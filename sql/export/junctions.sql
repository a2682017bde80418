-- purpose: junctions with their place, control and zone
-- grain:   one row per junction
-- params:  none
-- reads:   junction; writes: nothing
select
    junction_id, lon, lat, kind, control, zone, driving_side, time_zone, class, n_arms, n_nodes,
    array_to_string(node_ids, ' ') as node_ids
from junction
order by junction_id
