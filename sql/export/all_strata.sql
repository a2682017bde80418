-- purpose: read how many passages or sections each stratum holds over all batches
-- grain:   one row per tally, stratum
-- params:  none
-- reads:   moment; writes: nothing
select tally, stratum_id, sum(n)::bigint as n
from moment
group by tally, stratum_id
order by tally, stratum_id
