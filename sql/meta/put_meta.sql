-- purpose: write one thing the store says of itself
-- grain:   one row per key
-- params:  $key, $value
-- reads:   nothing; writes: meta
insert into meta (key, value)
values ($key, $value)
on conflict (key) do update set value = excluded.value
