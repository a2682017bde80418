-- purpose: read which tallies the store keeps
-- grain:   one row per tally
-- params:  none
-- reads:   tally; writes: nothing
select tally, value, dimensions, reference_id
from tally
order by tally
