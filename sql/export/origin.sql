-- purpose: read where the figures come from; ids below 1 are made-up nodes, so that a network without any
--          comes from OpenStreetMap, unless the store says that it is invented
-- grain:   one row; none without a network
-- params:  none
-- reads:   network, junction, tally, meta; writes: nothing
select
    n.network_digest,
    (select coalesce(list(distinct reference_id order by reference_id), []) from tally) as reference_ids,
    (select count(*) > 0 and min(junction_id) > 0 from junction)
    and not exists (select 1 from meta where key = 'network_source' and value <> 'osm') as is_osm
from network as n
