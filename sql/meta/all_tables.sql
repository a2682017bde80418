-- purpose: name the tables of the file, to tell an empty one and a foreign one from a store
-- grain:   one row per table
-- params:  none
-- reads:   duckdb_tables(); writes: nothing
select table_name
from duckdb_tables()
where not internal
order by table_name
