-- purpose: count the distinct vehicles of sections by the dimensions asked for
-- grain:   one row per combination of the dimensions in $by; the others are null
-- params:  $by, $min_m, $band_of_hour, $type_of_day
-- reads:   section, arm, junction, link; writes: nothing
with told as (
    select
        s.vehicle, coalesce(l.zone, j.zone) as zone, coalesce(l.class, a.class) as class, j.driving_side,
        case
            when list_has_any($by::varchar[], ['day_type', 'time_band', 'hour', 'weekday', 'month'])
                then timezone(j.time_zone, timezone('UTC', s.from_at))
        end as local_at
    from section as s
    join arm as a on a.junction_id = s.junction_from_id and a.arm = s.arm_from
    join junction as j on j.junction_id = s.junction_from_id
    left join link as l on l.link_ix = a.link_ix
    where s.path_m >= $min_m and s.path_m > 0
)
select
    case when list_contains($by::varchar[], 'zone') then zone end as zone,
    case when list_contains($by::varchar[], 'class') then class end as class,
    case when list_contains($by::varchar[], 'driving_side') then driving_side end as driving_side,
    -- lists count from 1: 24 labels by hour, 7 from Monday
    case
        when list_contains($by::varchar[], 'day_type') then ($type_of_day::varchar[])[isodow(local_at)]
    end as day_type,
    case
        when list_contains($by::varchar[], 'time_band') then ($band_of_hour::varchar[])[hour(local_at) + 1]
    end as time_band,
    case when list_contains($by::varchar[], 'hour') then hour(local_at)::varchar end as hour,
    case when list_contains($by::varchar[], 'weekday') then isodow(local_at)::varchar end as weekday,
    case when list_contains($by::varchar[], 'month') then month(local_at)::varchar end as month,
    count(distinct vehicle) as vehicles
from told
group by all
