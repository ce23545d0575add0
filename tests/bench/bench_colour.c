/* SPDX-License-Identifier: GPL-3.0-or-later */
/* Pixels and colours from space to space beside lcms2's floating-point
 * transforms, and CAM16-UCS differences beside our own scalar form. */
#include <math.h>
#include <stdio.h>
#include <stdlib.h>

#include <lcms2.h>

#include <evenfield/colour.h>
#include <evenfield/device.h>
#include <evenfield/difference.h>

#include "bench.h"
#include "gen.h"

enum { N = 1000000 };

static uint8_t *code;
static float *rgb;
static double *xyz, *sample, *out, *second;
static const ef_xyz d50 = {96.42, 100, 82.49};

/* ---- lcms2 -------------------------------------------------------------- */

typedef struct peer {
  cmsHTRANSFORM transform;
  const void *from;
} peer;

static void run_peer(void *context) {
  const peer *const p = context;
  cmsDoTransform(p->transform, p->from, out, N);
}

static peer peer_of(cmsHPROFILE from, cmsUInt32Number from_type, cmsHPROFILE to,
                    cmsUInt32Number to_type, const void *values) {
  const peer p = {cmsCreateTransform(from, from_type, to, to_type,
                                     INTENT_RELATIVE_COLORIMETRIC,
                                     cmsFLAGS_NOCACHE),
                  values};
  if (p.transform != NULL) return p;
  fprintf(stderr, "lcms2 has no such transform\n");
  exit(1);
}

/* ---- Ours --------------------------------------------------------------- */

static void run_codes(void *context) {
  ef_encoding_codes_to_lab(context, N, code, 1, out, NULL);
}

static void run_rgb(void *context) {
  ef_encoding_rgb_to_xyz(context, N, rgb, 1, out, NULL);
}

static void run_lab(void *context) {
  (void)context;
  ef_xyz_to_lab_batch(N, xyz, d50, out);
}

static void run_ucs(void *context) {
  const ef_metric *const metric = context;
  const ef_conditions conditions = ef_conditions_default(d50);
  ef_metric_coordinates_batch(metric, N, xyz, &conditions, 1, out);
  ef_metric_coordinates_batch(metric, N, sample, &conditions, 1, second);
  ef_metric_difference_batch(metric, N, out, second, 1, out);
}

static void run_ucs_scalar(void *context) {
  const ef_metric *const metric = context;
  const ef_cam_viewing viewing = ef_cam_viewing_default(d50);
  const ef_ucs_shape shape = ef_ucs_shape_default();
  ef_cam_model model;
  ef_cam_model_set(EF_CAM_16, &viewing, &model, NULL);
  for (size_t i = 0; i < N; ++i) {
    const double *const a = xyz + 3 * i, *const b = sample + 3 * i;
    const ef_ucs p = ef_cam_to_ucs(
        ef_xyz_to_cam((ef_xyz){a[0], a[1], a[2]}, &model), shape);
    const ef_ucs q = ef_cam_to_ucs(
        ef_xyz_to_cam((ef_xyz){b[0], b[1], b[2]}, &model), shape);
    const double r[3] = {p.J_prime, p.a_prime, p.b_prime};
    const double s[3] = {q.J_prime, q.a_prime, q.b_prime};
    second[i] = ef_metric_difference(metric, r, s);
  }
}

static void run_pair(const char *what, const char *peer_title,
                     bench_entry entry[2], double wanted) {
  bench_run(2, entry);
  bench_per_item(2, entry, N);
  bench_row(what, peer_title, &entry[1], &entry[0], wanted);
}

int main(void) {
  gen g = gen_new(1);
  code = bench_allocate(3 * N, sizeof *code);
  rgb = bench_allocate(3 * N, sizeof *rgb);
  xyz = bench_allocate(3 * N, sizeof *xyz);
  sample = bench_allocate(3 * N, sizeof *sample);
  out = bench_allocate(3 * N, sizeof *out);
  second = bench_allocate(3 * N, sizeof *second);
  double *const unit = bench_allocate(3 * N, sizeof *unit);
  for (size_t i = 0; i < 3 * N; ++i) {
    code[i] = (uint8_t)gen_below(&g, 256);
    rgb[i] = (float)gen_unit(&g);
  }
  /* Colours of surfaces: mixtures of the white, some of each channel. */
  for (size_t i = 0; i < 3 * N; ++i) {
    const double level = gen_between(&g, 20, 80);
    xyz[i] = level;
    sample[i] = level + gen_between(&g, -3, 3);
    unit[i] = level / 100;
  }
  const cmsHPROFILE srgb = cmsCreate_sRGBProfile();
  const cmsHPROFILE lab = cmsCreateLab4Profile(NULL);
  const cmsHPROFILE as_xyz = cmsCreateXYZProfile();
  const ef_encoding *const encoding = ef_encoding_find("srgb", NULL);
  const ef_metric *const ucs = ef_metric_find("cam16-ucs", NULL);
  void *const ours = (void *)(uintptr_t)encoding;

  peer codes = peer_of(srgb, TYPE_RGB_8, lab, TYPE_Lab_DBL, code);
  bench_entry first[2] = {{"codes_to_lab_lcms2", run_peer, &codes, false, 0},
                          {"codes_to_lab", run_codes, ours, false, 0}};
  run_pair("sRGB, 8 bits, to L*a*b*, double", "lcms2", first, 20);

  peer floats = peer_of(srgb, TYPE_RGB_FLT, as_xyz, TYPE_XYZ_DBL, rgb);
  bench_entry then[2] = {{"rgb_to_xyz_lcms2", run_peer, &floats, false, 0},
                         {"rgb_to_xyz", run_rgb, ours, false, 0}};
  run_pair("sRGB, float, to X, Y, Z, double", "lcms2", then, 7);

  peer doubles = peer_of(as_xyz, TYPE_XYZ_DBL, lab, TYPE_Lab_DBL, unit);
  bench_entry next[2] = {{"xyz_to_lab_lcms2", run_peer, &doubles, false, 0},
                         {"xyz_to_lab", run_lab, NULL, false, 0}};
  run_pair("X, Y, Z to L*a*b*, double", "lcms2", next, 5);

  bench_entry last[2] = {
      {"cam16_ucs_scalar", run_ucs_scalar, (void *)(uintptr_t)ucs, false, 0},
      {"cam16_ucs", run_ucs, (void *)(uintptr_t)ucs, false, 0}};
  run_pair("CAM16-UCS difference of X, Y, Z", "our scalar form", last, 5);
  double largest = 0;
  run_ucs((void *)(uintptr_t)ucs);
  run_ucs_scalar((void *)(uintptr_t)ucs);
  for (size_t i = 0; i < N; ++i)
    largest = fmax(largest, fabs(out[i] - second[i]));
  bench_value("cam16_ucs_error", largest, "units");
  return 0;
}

========

*BRIEF:*
Using only the listing above, restate exactly the lines from the line containing "const ef_ucs p" through the line containing "unit[i] = level / 100;", both included.

*EXERCISE RESPONSE:*
    const ef_ucs p = ef_cam_to_ucs(
        ef_xyz_to_cam((ef_xyz){a[0], a[1], a[2]}, &model), shape);
    const ef_ucs q = ef_cam_to_ucs(
        ef_xyz_to_cam((ef_xyz){b[0], b[1], b[2]}, &model), shape);
    const double r[3] = {p.J_prime, p.a_prime, p.b_prime};
    const double s[3] = {q.J_prime, q.a_prime, q.b_prime};
    second[i] = ef_metric_difference(metric, r, s);
  }
}

static void run_pair(const char *what, const char *peer_title,
                     bench_entry entry[2], double wanted) {
  bench_run(2, entry);
  bench_per_item(2, entry, N);
  bench_row(what, peer_title, &entry[1], &entry[0], wanted);
}

int main(void) {
  gen g = gen_new(1);
  code = bench_allocate(3 * N, sizeof *code);
  rgb = bench_allocate(3 * N, sizeof *rgb);
  xyz = bench_allocate(3 * N, sizeof *xyz);
  sample = bench_allocate(3 * N, sizeof *sample);
  out = bench_allocate(3 * N, sizeof *out);
  second = bench_allocate(3 * N, sizeof *second);
  double *const unit = bench_allocate(3 * N, sizeof *unit);
  for (size_t i = 0; i < 3 * N; ++i) {
    code[i] = (uint8_t)gen_below(&g, 256);
    rgb[i] = (float)gen_unit(&g);
  }
  /* Colours of surfaces: mixtures of the white, some of each channel. */
  for (size_t i = 0; i < 3 * N; ++i) {
    const double level = gen_between(&g, 20, 80);
    xyz[i] = level;
    sample[i] = level + gen_between(&g, -3, 3);
    unit[i] = level / 100;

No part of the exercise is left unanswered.